EDITORIAL: Bundys, and the feds, need to be reined in
As the FBI seeks to end the citizen takeover of Oregon’s Malheur National Wildlife Refuge, it’s worth reflecting on what is behind the rising civil disobedience in the American West. The armed occupation of federal buildings is inexcusable, but so are federal land-management abuses and prosecutorial overreach.
Activists on (Jan. 2) broke into an unoccupied building on the 187,000-acre federal refuge in eastern Oregon to protest the imprisonment of two Oregon ranchers. The group’s spokesman is Ammon Bundy, son of Cliven Bundy, a Nevadan who in 2014 came to national attention over his standoff with the Bureau of Land Management. The younger Bundy is a political grandstander, and many in Oregon oppose his illegal siege.
The drama is bringing attention to legitimate grievances, especially the appalling federal treatment of the Hammond family. The Hammonds’ problems trace to 1908, when Theodore Roosevelt set aside 89,000 acres around Malheur Lake as a bird refuge. The government has since been on a voracious land-and-water grab, coercing the area’s once-thriving ranchers to sell.
The feds have revoked dozens of grazing permits and raised the price of the few it issues. It has mismanaged the area’s water, allowing ranchlands to flood. It has harassed landowners with regulatory actions that raise the cost of ranching, then has bought out private landowners to more than double the refuge’s size.
The Hammonds are one of the last private owners in the Harney Basin, and they have endured federal harassment over their water rights, the revocation of their grazing permits, restricted access to their property, and prosecutorial abuse.
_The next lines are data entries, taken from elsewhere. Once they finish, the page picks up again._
import type { RoomMark, RoomSeries } from '#shared/contract/rooms';
import type { ChartColours } from '../../ui/chart-palette';
import type { RoomChart } from './room-chart-axes';

const FEW_MOVES = 6;
/** The room's band as an area. */
export function bandOf(series: RoomSeries, degrees: (celsius: number) => number, colours: ChartColours) {
  return [
    { yAxis: degrees(series.band.low), itemStyle: { color: colours.good, opacity: 0.13 } },
    { yAxis: degrees(series.band.high) },
  ];
}

/** Alerts as stretches of time. */
export function alertsOf({ series, to }: RoomChart, colours: ChartColours) {
  return series.marks
    .filter((mark) => mark.kind === 'alert')
    .map((mark) => [
      { xAxis: Date.parse(mark.from), itemStyle: { color: colours.heat, opacity: 0.14 } },
      { xAxis: mark.to === null ? to : Date.parse(mark.to) },
    ]);
}

const LABEL_PLACES = ['insideStartTop', 'insideMiddleTop', 'insideEndTop'];

/** Frosting limits across; moves and pours upright as long as they are few. */
export function linesOf(chart: RoomChart, degrees: (celsius: number) => number, colours: ChartColours) {
  const { series, formats, narrow } = chart;
  const label = { color: colours.ink, backgroundColor: colours.paper, padding: [1, 3], fontSize: 12 };
  const limits = series.frostingLimits.map(({ celsius, batches }, index) => ({
    yAxis: degrees(celsius),
    lineStyle: { color: colours.heat, type: 'dashed', width: 1.4 },
    label: {
      ...label,
      color: colours.heat,
      position: LABEL_PLACES[index % LABEL_PLACES.length],
      formatter: narrow
        ? `frosts at ${formats.temperatureFigure(celsius)}`
        : `frosting from ${formats.temperature(celsius)} (${batches.length} ${batches.length === 1 ? 'batch' : 'batches'})`,
    },
  }));
  const few = movesOf(chart).map((mark) => ({
    xAxis: Date.parse(mark.from),
    lineStyle: { color: colours.copper, type: 'dotted', width: 1.4 },
    label: { show: !narrow, ...label, position: 'end', rotate: 0, formatter: shortMark(mark) },
  }));
  return few.length <= FEW_MOVES ? [...limits, ...few] : limits;
}

/** Many moves and pours: a row of diamonds above the plot instead of a thicket of lines. */
export function rowOfMoves(chart: RoomChart, top: number, colours: ChartColours) {
  const moves = movesOf(chart);
  if (moves.length <= FEW_MOVES) return [];
  return [
    {
      name: 'Moves and pours',
      type: 'line',
      xAxisIndex: 0,
      yAxisIndex: 0,
      data: moves.map((mark) => [Date.parse(mark.from), top]),
      symbol: 'diamond',
      symbolSize: 9,
      showSymbol: true,
      showAllSymbol: true,
      silent: true,
      lineStyle: { width: 0 },
      itemStyle: { color: colours.copper },
      z: 5,
    },
  ];
}

function movesOf({ series }: RoomChart): RoomMark[] {
  return series.marks.filter((mark) => mark.kind !== 'alert');
}

function shortMark(mark: RoomMark): string {
  return mark.text.length > 22 ? `${mark.text.slice(0, 20)}…` : mark.text;
}
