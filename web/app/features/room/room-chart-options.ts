import type { EChartsCoreOption } from 'echarts/core';
import type { RoomSeries, SeriesPoint } from '#shared/contract/rooms';
import { toFahrenheit } from '#shared/units/temperature';
import type { StudioFormats } from '../../core/time/studio-formats';
import type { ChartColours } from '../../ui/chart-palette';
import {
  degreesShown,
  humidityShown,
  niceRange,
  type RoomChart,
  timeAxis,
  valueAxis,
} from './room-chart-axes';
import { alertsOf, bandOf, linesOf, rowOfMoves } from './room-chart-marks';

type Value = readonly [number, number | null];

const CELL_MINUTES = 10;
const DENSE = 700;

/**
 * Temperature and dew point above, humidity below, on one time axis of the studio's wall clock: the room's band, the
 * frosting limits of what stands there, alerts as stretches, moves and pours as lines, gaps as gaps, and the range
 * from lowest to highest where a point stands for more than ten minutes.
 */
export function roomChartOptions(chart: RoomChart, colours: ChartColours): EChartsCoreOption {
  const { series, formats } = chart;
  const degrees = (celsius: number) => (formats.unit === 'C' ? celsius : toFahrenheit(celsius));
  const zoomedOut = series.stepMinutes > CELL_MINUTES;
  const points = withGaps(series);
  const pick = (read: (point: SeriesPoint) => number | null, write = (value: number) => value): Value[] =>
    points.map((point) => {
      const value = read(point);
      return [Date.parse(point.at), value === null ? null : write(value)];
    });
  const line = (name: string, axis: number, colour: string, data: Value[], extra: object = {}) => ({
    name,
    type: 'line',
    xAxisIndex: axis,
    yAxisIndex: axis,
    data,
    showSymbol: false,
    connectNulls: false,
    color: colour,
    lineStyle: { width: points.length > DENSE ? 1.1 : 1.8, color: colour },
    ...extra,
  });
  const degreesDrawn = degreesShown(points, series).map(degrees);
  const temperature = line(
    `Temperature ${formats.unitSign}`,
    0,
    colours.ink,
    pick((p) => p.t, degrees),
    {
      z: 4,
      markArea: { silent: true, data: [bandOf(series, degrees, colours), ...alertsOf(chart, colours)] },
      markLine: { symbol: 'none', animation: false, data: linesOf(chart, degrees, colours) },
    },
  );
  const dewPoint = line(
    `Dew point ${formats.unitSign}`,
    0,
    colours.damp,
    pick((p) => p.dewPoint, degrees),
    { lineStyle: { width: 1.4, type: [5, 4], color: colours.damp } },
  );
  const humidity = line(
    'Humidity %',
    1,
    colours.cold,
    pick((p) => p.rh),
  );
  return {
    aria: { enabled: false },
    grid: [
      { left: 44, right: 14, top: 26, height: '56%' },
      { left: 44, right: 14, bottom: 28, height: '21%' },
    ],
    xAxis: [timeAxis(chart, 0, false, colours), timeAxis(chart, 1, true, colours)],
    yAxis: [valueAxis(0, colours, degreesDrawn, 5), valueAxis(1, colours, humidityShown(points), 3)],
    tooltip: tooltip(chart, colours),
    axisPointer: { link: [{ xAxisIndex: 'all' }] },
    series: [
      ...(zoomedOut
        ? [
            ...rangeOf(
              't',
              0,
              colours.ink,
              pick((p) => p.tMin, degrees),
              pick((p) => p.tMax, degrees),
            ),
            ...rangeOf(
              'rh',
              1,
              colours.cold,
              pick((p) => p.rhMin),
              pick((p) => p.rhMax),
            ),
          ]
        : []),
      temperature,
      dewPoint,
      humidity,
      ...rowOfMoves(chart, niceRange(degreesDrawn, 5).max, colours),
    ],
  };
}

/** Points with a null between two that lie further apart than the step, so that a gap is drawn as one. */
export function withGaps(series: RoomSeries): SeriesPoint[] {
  const step = series.stepMinutes * 60_000;
  return series.points.flatMap((point, index) => {
    const before = series.points[index - 1];
    const hole = before && Date.parse(point.at) - Date.parse(before.at) > 1.5 * step;
    if (!hole) return [point];
    const at = new Date(Date.parse(before.at) + step).toISOString();
    return [
      { at, t: null, tMin: null, tMax: null, rh: null, rhMin: null, rhMax: null, dewPoint: null },
      point,
    ];
  });
}

/** Two stacked lines with the area between them: lowest to highest. */
function rangeOf(name: string, axis: number, colour: string, low: Value[], high: Value[]) {
  const between = high.map(([at, top], index): Value => {
    const bottom = low[index]?.[1] ?? null;
    return [at, top === null || bottom === null ? null : top - bottom];
  });
  const hidden = {
    type: 'line',
    xAxisIndex: axis,
    yAxisIndex: axis,
    stack: `range ${name}`,
    stackStrategy: 'all',
    showSymbol: false,
    silent: true,
    lineStyle: { width: 0 },
    tooltip: { show: false },
  };
  return [
    { ...hidden, name: `${name} low`, data: low },
    { ...hidden, name: `${name} high`, data: between, areaStyle: { color: colour, opacity: 0.16 } },
  ];
}

/** Text only: the canvas draws it, nothing is read as HTML. */
function tooltip({ series, formats }: RoomChart, colours: ChartColours) {
  const byTime = new Map(series.points.map((point) => [Date.parse(point.at), point]));
  return {
    trigger: 'axis',
    renderMode: 'richText',
    confine: true,
    backgroundColor: colours.paper,
    borderColor: colours.hairline,
    textStyle: { color: colours.ink, fontSize: 14 },
    formatter: (hits: readonly { readonly value: Value }[]) => {
      const point = hits.map((hit) => byTime.get(hit.value[0])).find((known) => known !== undefined);
      return point ? pointWords(point, series.stepMinutes, formats).join('\n') : '';
    },
  };
}

/** One point in words, line by line. */
export function pointWords(point: SeriesPoint, stepMinutes: number, formats: StudioFormats): string[] {
  const range = (low: number | null, high: number | null, write: (value: number) => string) =>
    stepMinutes <= CELL_MINUTES || low === null || high === null ? '' : ` (${write(low)} to ${write(high)})`;
  return [
    formats.dayAndTime(point.at),
    point.t === null
      ? 'no reading'
      : `${formats.temperature(point.t)}${range(point.tMin, point.tMax, formats.temperatureFigure)}`,
    point.rh === null
      ? ''
      : `${formats.humidity(point.rh)} humidity${range(point.rhMin, point.rhMax, (value) => value.toFixed(0))}`,
    point.dewPoint === null ? '' : `dew point ${formats.temperature(point.dewPoint)}`,
  ].filter((words) => words !== '');
}
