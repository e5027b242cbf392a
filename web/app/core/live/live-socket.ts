import { InjectionToken } from '@angular/core';
import type { Socket } from 'socket.io-client';
import type { ClientToServer, ServerToClient } from '#shared/contract/live';

export type LiveSocket = Socket<ServerToClient, ClientToServer>;

/** Opens a socket that is not connected yet; `token` is asked for each time it connects. */
export type OpenLiveSocket = (token: () => Promise<string | null>) => Promise<LiveSocket>;

/** The socket library is loaded only when somebody is signed in; WebSocket is the only transport. */
export const OPEN_LIVE_SOCKET = new InjectionToken<OpenLiveSocket>('live socket', {
  providedIn: 'root',
  factory: () => async (token) => {
    const { io } = await import('socket.io-client');
    const socket: LiveSocket = io({
      autoConnect: false,
      transports: ['websocket'],
      reconnectionDelay: 500,
      reconnectionDelayMax: 5000,
      auth: (done) => void token().then((accessToken) => done({ token: accessToken })),
    });
    return socket;
  },
});
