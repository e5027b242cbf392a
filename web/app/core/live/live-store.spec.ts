import { TestBed } from '@angular/core/testing';
import type { LiveFrame, LiveWelcome } from '#shared/contract/live';
import type { StudioWall } from '#shared/contract/overview';
import { aBatch, aRack, aRoomNow, ROOM_ID, someLimits, STUDIO_ID } from '#shared/words/test-floor';
import { Api } from '../api/api';
import { ApiError } from '../api/api-error';
import { Session } from '../session/session';
import { type LiveSocket, OPEN_LIVE_SOCKET } from './live-socket';
import { LiveStore } from './live-store';

type Handler = (...values: never[]) => void;

/** A socket whose other end is the test. */
class FakeSocket {
  connected = false;
  active = true;
  connects = 0;
  readonly sent: { event: string; values: unknown[] }[] = [];
  private readonly handlers = new Map<string, Handler>();

  on(event: string, handler: Handler): void {
    this.handlers.set(event, handler);
  }
  removeAllListeners(): void {
    this.handlers.clear();
  }
  connect(): void {
    this.connects++;
    this.connected = true;
  }
  disconnect(): void {
    this.connected = false;
  }
  emit(event: string, ...values: unknown[]): void {
    this.sent.push({ event, values });
  }
  hear(event: string, ...values: unknown[]): void {
    this.handlers.get(event)?.(...(values as never[]));
  }
}

const AT = '2026-05-04T14:42:00.000Z';

function aWall(over: Partial<StudioWall> = {}): StudioWall {
  return {
    studio: {
      id: STUDIO_ID,
      name: 'Quay Street',
      timeZone: 'Europe/Lisbon',
      unit: 'C',
      address: 'Pier 4',
      pressureHpa: 1009,
      quietFrom: null,
      quietTo: 420,
      recipients: [],
      escalateAfterMinutes: 30,
      version: 5,
      role: 'lead',
    },
    rooms: [
      {
        id: ROOM_ID,
        name: 'Loft',
        position: 1,
        limits: someLimits(),
        now: aRoomNow(),
        ribbon: { from: '2026-05-03T14:40:00.000Z', celsius: [20, 21] },
        racks: [aRack(1)],
      },
    ],
    batches: [aBatch(1)],
    alerts: [],
    ...over,
  };
}

function aFrame(seq: number, over: Partial<LiveFrame> = {}): LiveFrame {
  return {
    studioId: STUDIO_ID,
    seq,
    at: AT,
    rooms: [],
    ribbons: [],
    batches: [],
    goneBatches: [],
    alerts: [],
    ...over,
  };
}

const welcome = (seq: number): LiveWelcome => ({
  at: AT,
  studios: [{ studioId: STUDIO_ID, seq }],
  domainSpeed: 1,
});

describe('the live store', () => {
  let socket: FakeSocket;
  let store: LiveStore;
  let wall: StudioWall;
  let overview: () => Promise<unknown>;
  let asked: number;

  const room = () => store.room(ROOM_ID)?.room;
  const settle = () => new Promise((resolve) => setTimeout(resolve));
  const started = async (seq = 7) => {
    await store.start();
    socket.hear('welcome', welcome(seq));
    await settle();
    asked = 0;
  };

  beforeEach(() => {
    localStorage.clear();
    socket = new FakeSocket();
    wall = aWall();
    asked = 0;
    overview = () => Promise.resolve({ at: AT, studios: [wall] });
    TestBed.configureTestingModule({
      providers: [
        {
          provide: Api,
          useValue: {
            call: (_method: string, path: string) => {
              if (path !== '/api/overview') return Promise.resolve([]);
              asked++;
              return overview();
            },
          },
        },
        { provide: OPEN_LIVE_SOCKET, useValue: () => Promise.resolve(socket as unknown as LiveSocket) },
      ],
    });
    store = TestBed.inject(LiveStore);
  });

  afterEach(() => store.stop());

  it('shows the overview before the connection stands, and loads it again once it does', async () => {
    await store.start();
    await settle();
    expect(store.loaded()).toBe(true);
    expect(room()?.info().name).toBe('Loft');
    expect(store.connection().state).toBe('connecting');
    expect(asked).toBe(1);
    socket.hear('welcome', welcome(7));
    await settle();
    expect(store.connection().state).toBe('live');
    expect(asked).toBe(2);
  });

  it('lays a frame over the rooms it names and leaves the rest untouched', async () => {
    wall = aWall({
      rooms: [...aWall().rooms, { ...aWall().rooms[0]!, id: 'other', name: 'Cellar', position: 2 }],
    });
    await started();
    const other = store.room('other')?.room;
    const before = other?.now();
    socket.hear('frame', aFrame(8, { rooms: [aRoomNow({ celsius: 26.1, condition: 'heat' })] }));
    expect(room()?.now().celsius).toBe(26.1);
    expect(other?.now()).toBe(before);
    expect(asked).toBe(0);
  });

  it('moves a batch from one room to another and lets it go', async () => {
    await started();
    expect(
      room()
        ?.batches()
        .map((batch) => batch.code),
    ).toEqual(['L-101']);
    socket.hear('frame', aFrame(8, { batches: [aBatch(1, { roomId: null, rackId: null, shelfId: null })] }));
    expect(room()?.batches()).toEqual([]);
    expect(store.studio(STUDIO_ID)?.unplaced()).toHaveLength(1);
    socket.hear('frame', aFrame(9, { goneBatches: [aBatch(1).id] }));
    expect(store.studio(STUDIO_ID)?.batches()).toEqual([]);
  });

  it('ignores a frame it has already seen', async () => {
    await started();
    socket.hear('frame', aFrame(7, { rooms: [aRoomNow({ celsius: 99 })] }));
    expect(room()?.now().celsius).toBe(20.4);
  });

  it('asks for a resync after a hole in the numbers and loads the overview again', async () => {
    await started();
    socket.hear('frame', aFrame(10));
    const resync = socket.sent.find((sent) => sent.event === 'resync');
    expect(resync?.values[0]).toBe(STUDIO_ID);
    (resync?.values[1] as (answer: LiveWelcome) => void)(welcome(10));
    await settle();
    expect(asked).toBe(1);
    socket.hear('frame', aFrame(11, { rooms: [aRoomNow({ celsius: 23 })] }));
    expect(room()?.now().celsius).toBe(23);
    expect(socket.sent.filter((sent) => sent.event === 'resync')).toHaveLength(1);
  });

  it('lays frames that came during a load over what was loaded', async () => {
    await started();
    let answer: (value: unknown) => void = () => undefined;
    overview = () => new Promise((resolve) => (answer = resolve));
    const loading = store.reload();
    socket.hear('frame', aFrame(8, { rooms: [aRoomNow({ celsius: 24.4 })] }));
    expect(room()?.now().celsius).toBe(20.4);
    answer({ at: AT, studios: [wall] });
    await loading;
    expect(room()?.now().celsius).toBe(24.4);
  });

  it('keeps the objects of rooms over a reload, so that nothing is drawn anew', async () => {
    await started();
    const before = room();
    await store.reload();
    expect(room()).toBe(before);
  });

  it('says that the connection is lost and recovers with a fresh overview', async () => {
    await started();
    socket.hear('disconnect', 'transport close');
    expect(store.connection().state).toBe('lost');
    expect(document.body.textContent).toContain('The connection is lost.');
    socket.hear('welcome', welcome(30));
    await settle();
    expect(store.connection().state).toBe('live');
    expect(asked).toBe(1);
    socket.hear('frame', aFrame(31, { rooms: [aRoomNow({ celsius: 19.9 })] }));
    expect(room()?.now().celsius).toBe(19.9);
  });

  it('comes back by itself when the gateway closed the connection', async () => {
    const session = TestBed.inject(Session);
    vi.spyOn(session, 'signedIn').mockReturnValue(true);
    await started();
    vi.useFakeTimers();
    socket.hear('disconnect', 'io server disconnect');
    vi.advanceTimersByTime(1000);
    vi.useRealTimers();
    expect(socket.connects).toBe(2);
  });

  it('ends the session when it was signed out elsewhere', async () => {
    const end = vi.spyOn(TestBed.inject(Session), 'end');
    await started();
    socket.hear('goodbye', { reason: 'signed-out' });
    expect(end).toHaveBeenCalledWith('signed-out');
  });

  it('drops cleared alerts and keeps the others in order', async () => {
    const alert = { id: 'a', raisedAt: '2026-05-04T12:00:00.000Z', state: 'open' } as never;
    const later = { id: 'b', raisedAt: '2026-05-04T13:00:00.000Z', state: 'returned' } as never;
    await started();
    socket.hear('frame', aFrame(8, { alerts: [later, alert] }));
    const ids = () =>
      store
        .studio(STUDIO_ID)
        ?.alerts()
        .map((one) => one.id);
    expect(ids()).toEqual(['a', 'b']);
    socket.hear('frame', aFrame(9, { alerts: [{ ...(alert as object), state: 'cleared' } as never] }));
    expect(ids()).toEqual(['b']);
  });

  it('tells why an overview could not be loaded and tries again when asked', async () => {
    overview = () => Promise.reject(new ApiError(0, null));
    await store.start();
    await settle();
    expect(store.fault()).toContain('cannot be reached');
    expect(store.loaded()).toBe(false);
    overview = () => Promise.resolve({ at: AT, studios: [wall] });
    await store.reload();
    expect(store.fault()).toBeNull();
    expect(store.loaded()).toBe(true);
  });

  it('forgets everything when it stops', async () => {
    await started();
    store.stop();
    expect(store.studios()).toEqual([]);
    expect(socket.connected).toBe(false);
  });
});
In 2001 the family told authorities it planned to set a managed fire on its land to fight invasive species. The fire accidently spread over 139 acres of public land before the Hammonds extinguished it. In 2006 the family tried to save its winter feed from a lightning fire by setting “back fires” on its property (a common practice), which burnt an acre of public land.
Years later, in 2011, the feds charged Dwight Hammond and his son Steven with nine counts under the elastic Antiterrorism and Effective Death Penalty Act. A federal jury found them guilty only of setting the two fires they had admitted to starting, and federal Judge Michael Hogan sentenced the father to three months and the son to a year in prison. He said the federal minimum of five years would not meet “any idea I have of justice, proportionality” and would “shock the conscience.”
The feds appealed the sentence and another judge ordered both Hammonds to serve the full five years. They also owe $400,000 in supposed fire-related costs.
Many in rural Oregon view this as a government vendetta. Rusty Inglis, who worked for the Forest Service for 34 years and now runs a local Oregon farm bureau, recently told a trade magazine that it’s “obvious” that “the BLM and the wildlife refuge want that ranch.” The Oregon Farm Bureau called the sentences “gross government overreach.” The ideology of “national” land has become the club to punish private landowners who are the best source of economic stability and conservation.
The Bundy occupation of federal land can’t be tolerated, but the growing Western opposition to government harassment of private landowners ought to be a source of political concern. Ted Cruz and others are right to caution the occupiers against their sit-in, but the federal bureaucracy also needs to be reined in.